INFORMATION PROVIDED
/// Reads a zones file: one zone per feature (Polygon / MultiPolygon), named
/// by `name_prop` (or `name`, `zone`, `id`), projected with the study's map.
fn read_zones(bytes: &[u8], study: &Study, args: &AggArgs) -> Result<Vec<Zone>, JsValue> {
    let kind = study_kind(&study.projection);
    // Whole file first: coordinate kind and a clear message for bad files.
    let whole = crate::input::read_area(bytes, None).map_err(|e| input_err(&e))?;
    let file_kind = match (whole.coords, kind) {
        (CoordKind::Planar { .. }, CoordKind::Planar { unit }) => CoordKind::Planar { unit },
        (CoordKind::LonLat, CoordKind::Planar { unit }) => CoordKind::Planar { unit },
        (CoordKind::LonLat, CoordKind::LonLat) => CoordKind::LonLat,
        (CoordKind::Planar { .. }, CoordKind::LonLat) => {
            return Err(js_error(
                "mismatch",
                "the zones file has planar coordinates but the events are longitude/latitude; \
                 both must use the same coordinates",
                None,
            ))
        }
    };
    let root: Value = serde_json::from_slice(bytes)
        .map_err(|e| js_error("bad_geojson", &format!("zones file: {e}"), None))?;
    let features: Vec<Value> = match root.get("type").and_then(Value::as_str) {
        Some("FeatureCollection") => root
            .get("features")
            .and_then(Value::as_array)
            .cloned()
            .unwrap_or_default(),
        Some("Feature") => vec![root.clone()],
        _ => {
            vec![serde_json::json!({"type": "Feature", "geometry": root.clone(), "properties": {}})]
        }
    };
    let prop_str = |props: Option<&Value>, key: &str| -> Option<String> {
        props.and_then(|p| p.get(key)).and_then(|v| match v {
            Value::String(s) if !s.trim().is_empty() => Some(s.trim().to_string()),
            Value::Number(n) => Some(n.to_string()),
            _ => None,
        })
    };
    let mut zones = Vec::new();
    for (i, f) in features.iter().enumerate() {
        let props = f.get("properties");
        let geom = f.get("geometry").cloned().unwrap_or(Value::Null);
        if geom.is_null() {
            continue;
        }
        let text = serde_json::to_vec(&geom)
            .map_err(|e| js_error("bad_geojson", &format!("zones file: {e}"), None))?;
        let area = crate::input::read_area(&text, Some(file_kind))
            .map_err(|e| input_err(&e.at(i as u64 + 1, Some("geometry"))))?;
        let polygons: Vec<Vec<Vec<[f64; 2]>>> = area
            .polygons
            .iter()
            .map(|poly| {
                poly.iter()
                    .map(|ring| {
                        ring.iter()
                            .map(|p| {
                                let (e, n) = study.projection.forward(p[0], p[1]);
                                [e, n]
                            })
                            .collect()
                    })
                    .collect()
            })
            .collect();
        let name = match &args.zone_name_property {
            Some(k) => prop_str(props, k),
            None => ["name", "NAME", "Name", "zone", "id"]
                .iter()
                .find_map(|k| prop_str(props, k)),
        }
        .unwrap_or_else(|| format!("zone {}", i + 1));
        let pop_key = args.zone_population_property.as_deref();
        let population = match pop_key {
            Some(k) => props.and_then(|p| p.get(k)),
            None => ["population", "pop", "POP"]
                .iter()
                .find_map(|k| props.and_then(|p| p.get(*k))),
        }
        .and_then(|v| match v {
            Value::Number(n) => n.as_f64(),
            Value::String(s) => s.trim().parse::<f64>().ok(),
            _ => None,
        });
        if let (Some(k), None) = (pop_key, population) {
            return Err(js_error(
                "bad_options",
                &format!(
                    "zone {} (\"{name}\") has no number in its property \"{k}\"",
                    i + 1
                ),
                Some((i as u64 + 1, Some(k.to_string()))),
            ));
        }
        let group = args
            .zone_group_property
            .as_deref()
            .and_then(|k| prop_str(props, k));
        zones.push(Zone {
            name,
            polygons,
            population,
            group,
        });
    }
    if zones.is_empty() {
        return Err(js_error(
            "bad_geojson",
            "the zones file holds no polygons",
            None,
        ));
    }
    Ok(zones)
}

WHAT THE EXERCISE ASKS
Look through the data above and return each line where the string "coordinates" occurs.

OUTPUT OF THE TASK
                "the zones file has planar coordinates but the events are longitude/latitude; \
                 both must use the same coordinates",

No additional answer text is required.